What is expected:
An unaltered copy of every line below is the expected output.

[Opening Provided material section]

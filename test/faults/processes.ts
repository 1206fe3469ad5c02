import { spawn, type ChildProcess } from 'node:child_process';
import { once } from 'node:events';

/** A real process under test, and what it said. */
export interface Program {
  readonly pid: number;
  out(): string;
  err(): string;
  /** Exit status, or the signal that ended it. */
  readonly exit: Promise<number | NodeJS.Signals>;
  signal(signal: NodeJS.Signals): void;
  /** Resolves once the output of both streams matches.
   *  @throws Error if the process ends first */
  says(pattern: RegExp): Promise<void>;
}

const alive = new Set<ChildProcess>();

export function program(args: readonly string[], env: NodeJS.ProcessEnv = {}): Program {
  const child = spawn(process.execPath, args, { env: { ...process.env, ...env } });
  alive.add(child);
  const heard = { out: '', err: '' };
  let wake: () => void = () => undefined;
  child.stdout.on('data', (data: Buffer) => {
    heard.out += data.toString();
    wake();
  });
  child.stderr.on('data', (data: Buffer) => {
    heard.err += data.toString();
    wake();
  });
  let ended = false;
  const exit = once(child, 'close').then(([status, signal]) => {
    alive.delete(child);
    ended = true;
    wake();
    return (status ?? signal) as number | NodeJS.Signals;
  });
  return {
    pid: child.pid ?? 0,
    out: () => heard.out,
    err: () => heard.err,
    exit,
    signal: (signal) => void child.kill(signal),
    async says(pattern) {
      while (!pattern.test(heard.out + heard.err)) {
        if (ended) throw new Error(`ended without saying ${pattern}:\n${heard.out}${heard.err}`);
        await new Promise<void>((resolve) => (wake = resolve));
      }
    },
  };
}

/** Ends what a test that failed left behind. */
export async function endPrograms(): Promise<void> {
  const gone = [...alive].map((child) => once(child, 'close'));
  for (const child of alive) child.kill('SIGKILL');
  await Promise.all(gone);
}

[Closing Provided material section]

Task solution:
filename test/faults/processes.ts
repository 1206fe3469ad5c02
import { spawn, type ChildProcess } from 'node:child_process';
import { once } from 'node:events';

/** A real process under test, and what it said. */
export interface Program {
  readonly pid: number;
  out(): string;
  err(): string;
  /** Exit status, or the signal that ended it. */
  readonly exit: Promise<number | NodeJS.Signals>;
  signal(signal: NodeJS.Signals): void;
  /** Resolves once the output of both streams matches.
   *  @throws Error if the process ends first */
  says(pattern: RegExp): Promise<void>;
}

const alive = new Set<ChildProcess>();

export function program(args: readonly string[], env: NodeJS.ProcessEnv = {}): Program {
  const child = spawn(process.execPath, args, { env: { ...process.env, ...env } });
  alive.add(child);
  const heard = { out: '', err: '' };
  let wake: () => void = () => undefined;
  child.stdout.on('data', (data: Buffer) => {
    heard.out += data.toString();
    wake();
  });
  child.stderr.on('data', (data: Buffer) => {
    heard.err += data.toString();
    wake();
  });
  let ended = false;
  const exit = once(child, 'close').then(([status, signal]) => {
    alive.delete(child);
    ended = true;
    wake();
    return (status ?? signal) as number | NodeJS.Signals;
  });
  return {
    pid: child.pid ?? 0,
    out: () => heard.out,
    err: () => heard.err,
    exit,
    signal: (signal) => void child.kill(signal),
    async says(pattern) {
      while (!pattern.test(heard.out + heard.err)) {
        if (ended) throw new Error(`ended without saying ${pattern}:\n${heard.out}${heard.err}`);
        await new Promise<void>((resolve) => (wake = resolve));
      }
    },
  };
}

/** Ends what a test that failed left behind. */
export async function endPrograms(): Promise<void> {
  const gone = [...alive].map((child) => once(child, 'close'));
  for (const child of alive) child.kill('SIGKILL');
  await Promise.all(gone);
}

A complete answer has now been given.